BRIEF |
Taking the lines below one at a time, count those with the string "template" and give the result alone.

ENTRIES SHOWN |
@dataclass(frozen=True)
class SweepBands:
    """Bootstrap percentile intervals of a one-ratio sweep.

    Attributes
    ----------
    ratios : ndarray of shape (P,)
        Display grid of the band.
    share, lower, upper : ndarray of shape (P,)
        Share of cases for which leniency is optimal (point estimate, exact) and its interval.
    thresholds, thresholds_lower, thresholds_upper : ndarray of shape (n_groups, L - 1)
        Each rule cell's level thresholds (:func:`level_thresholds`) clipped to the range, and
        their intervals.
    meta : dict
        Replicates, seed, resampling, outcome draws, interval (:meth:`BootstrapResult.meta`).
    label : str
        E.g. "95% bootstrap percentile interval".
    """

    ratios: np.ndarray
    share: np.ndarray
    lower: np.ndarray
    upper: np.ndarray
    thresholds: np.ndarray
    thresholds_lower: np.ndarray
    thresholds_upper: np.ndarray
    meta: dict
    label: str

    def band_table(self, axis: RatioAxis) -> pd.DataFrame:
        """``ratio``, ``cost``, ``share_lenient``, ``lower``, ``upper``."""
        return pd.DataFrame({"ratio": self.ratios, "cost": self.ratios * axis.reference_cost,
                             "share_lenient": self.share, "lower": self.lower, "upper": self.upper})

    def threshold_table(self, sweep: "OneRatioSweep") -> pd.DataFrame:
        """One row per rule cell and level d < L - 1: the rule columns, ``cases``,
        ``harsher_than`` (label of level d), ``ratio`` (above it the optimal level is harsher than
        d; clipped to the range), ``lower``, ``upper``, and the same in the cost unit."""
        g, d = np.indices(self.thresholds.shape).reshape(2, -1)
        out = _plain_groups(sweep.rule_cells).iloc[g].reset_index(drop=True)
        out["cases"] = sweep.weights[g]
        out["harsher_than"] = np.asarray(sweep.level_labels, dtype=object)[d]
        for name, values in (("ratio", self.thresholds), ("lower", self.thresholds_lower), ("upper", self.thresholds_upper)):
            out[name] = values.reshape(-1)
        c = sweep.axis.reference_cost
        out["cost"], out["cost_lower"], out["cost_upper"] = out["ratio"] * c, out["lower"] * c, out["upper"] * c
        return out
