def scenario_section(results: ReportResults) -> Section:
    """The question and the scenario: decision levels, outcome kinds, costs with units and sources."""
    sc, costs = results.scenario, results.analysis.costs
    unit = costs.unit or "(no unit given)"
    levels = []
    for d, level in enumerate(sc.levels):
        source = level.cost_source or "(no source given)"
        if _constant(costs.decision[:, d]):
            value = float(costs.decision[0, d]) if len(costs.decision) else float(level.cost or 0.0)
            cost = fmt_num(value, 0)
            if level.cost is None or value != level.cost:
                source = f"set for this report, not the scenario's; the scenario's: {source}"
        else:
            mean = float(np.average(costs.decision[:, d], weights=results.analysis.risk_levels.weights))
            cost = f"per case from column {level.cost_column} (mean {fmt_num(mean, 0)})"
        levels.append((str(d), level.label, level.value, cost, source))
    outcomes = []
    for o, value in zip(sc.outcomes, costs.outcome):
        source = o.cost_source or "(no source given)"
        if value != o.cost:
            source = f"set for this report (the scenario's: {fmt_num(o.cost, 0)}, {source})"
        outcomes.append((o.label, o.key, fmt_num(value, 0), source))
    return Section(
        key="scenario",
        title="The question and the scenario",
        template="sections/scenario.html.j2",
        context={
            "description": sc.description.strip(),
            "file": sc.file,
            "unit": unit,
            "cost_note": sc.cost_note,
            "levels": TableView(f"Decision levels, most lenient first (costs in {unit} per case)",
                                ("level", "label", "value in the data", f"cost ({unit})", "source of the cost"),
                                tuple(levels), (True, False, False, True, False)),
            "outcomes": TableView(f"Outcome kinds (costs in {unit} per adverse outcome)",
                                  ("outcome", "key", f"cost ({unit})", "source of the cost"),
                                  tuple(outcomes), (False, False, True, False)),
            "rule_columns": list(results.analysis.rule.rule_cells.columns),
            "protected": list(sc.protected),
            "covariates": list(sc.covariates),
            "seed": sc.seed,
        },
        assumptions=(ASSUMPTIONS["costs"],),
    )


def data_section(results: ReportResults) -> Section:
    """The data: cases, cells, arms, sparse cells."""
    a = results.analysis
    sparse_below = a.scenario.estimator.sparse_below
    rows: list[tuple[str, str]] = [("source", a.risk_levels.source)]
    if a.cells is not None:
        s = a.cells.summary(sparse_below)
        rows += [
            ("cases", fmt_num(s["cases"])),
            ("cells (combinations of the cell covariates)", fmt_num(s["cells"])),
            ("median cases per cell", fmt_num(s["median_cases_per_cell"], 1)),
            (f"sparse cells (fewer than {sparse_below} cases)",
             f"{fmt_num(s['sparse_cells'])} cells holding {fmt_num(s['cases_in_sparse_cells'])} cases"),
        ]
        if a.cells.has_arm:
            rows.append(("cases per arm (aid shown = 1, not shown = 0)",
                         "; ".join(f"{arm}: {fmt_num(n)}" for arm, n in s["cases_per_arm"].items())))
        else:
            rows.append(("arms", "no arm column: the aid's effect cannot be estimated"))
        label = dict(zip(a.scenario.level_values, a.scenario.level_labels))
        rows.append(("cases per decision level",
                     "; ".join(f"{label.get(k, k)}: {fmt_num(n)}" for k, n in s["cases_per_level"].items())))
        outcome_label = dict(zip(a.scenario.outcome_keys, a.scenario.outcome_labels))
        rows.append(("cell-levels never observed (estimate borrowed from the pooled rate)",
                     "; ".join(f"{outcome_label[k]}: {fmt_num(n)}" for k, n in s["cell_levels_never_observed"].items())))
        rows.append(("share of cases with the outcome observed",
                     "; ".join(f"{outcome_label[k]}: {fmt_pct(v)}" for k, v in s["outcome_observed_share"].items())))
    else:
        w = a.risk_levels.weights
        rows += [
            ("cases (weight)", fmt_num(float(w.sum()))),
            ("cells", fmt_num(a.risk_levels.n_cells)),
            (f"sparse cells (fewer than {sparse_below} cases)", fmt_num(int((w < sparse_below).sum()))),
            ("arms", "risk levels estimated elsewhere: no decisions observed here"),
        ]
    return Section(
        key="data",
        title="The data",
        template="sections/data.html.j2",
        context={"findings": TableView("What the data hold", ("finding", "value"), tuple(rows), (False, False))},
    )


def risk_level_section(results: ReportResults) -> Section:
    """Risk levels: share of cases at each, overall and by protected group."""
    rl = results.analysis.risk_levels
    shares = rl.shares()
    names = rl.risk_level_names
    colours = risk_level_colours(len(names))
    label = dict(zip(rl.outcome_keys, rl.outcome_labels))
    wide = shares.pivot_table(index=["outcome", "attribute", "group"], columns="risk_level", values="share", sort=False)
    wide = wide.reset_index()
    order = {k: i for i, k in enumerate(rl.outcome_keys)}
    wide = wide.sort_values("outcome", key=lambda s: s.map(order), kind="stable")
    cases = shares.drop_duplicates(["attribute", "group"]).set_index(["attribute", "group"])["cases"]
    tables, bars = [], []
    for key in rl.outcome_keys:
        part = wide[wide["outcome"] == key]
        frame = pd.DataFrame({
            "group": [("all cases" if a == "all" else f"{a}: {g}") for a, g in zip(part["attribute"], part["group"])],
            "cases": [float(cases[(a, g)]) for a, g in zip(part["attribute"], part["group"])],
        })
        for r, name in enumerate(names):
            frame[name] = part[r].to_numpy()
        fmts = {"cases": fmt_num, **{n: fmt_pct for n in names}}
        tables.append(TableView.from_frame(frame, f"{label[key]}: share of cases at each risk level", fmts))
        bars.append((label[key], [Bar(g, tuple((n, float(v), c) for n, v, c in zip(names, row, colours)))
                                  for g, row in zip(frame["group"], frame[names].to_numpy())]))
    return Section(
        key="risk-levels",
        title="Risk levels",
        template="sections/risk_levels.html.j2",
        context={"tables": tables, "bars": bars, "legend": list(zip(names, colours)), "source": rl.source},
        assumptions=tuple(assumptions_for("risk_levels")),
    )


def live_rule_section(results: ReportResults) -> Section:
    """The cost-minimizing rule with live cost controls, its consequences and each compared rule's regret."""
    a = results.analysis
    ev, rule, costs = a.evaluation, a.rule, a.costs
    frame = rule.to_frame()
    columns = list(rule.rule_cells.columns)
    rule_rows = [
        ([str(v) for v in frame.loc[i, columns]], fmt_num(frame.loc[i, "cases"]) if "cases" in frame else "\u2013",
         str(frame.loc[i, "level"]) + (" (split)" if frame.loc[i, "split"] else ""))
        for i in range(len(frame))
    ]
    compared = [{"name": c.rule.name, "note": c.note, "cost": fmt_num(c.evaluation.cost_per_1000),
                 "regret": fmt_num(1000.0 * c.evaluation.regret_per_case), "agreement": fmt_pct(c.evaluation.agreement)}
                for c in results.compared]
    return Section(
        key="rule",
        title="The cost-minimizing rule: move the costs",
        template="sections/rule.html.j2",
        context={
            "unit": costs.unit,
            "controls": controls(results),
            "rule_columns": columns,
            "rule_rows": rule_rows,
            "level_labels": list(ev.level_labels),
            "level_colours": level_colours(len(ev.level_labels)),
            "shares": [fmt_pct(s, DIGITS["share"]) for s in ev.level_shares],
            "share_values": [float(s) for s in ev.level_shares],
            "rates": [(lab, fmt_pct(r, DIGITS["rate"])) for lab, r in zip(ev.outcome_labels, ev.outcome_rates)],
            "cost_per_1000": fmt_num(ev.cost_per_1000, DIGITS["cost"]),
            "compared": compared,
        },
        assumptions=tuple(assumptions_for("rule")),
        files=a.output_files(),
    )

RESPONSE TO THE TASK |
4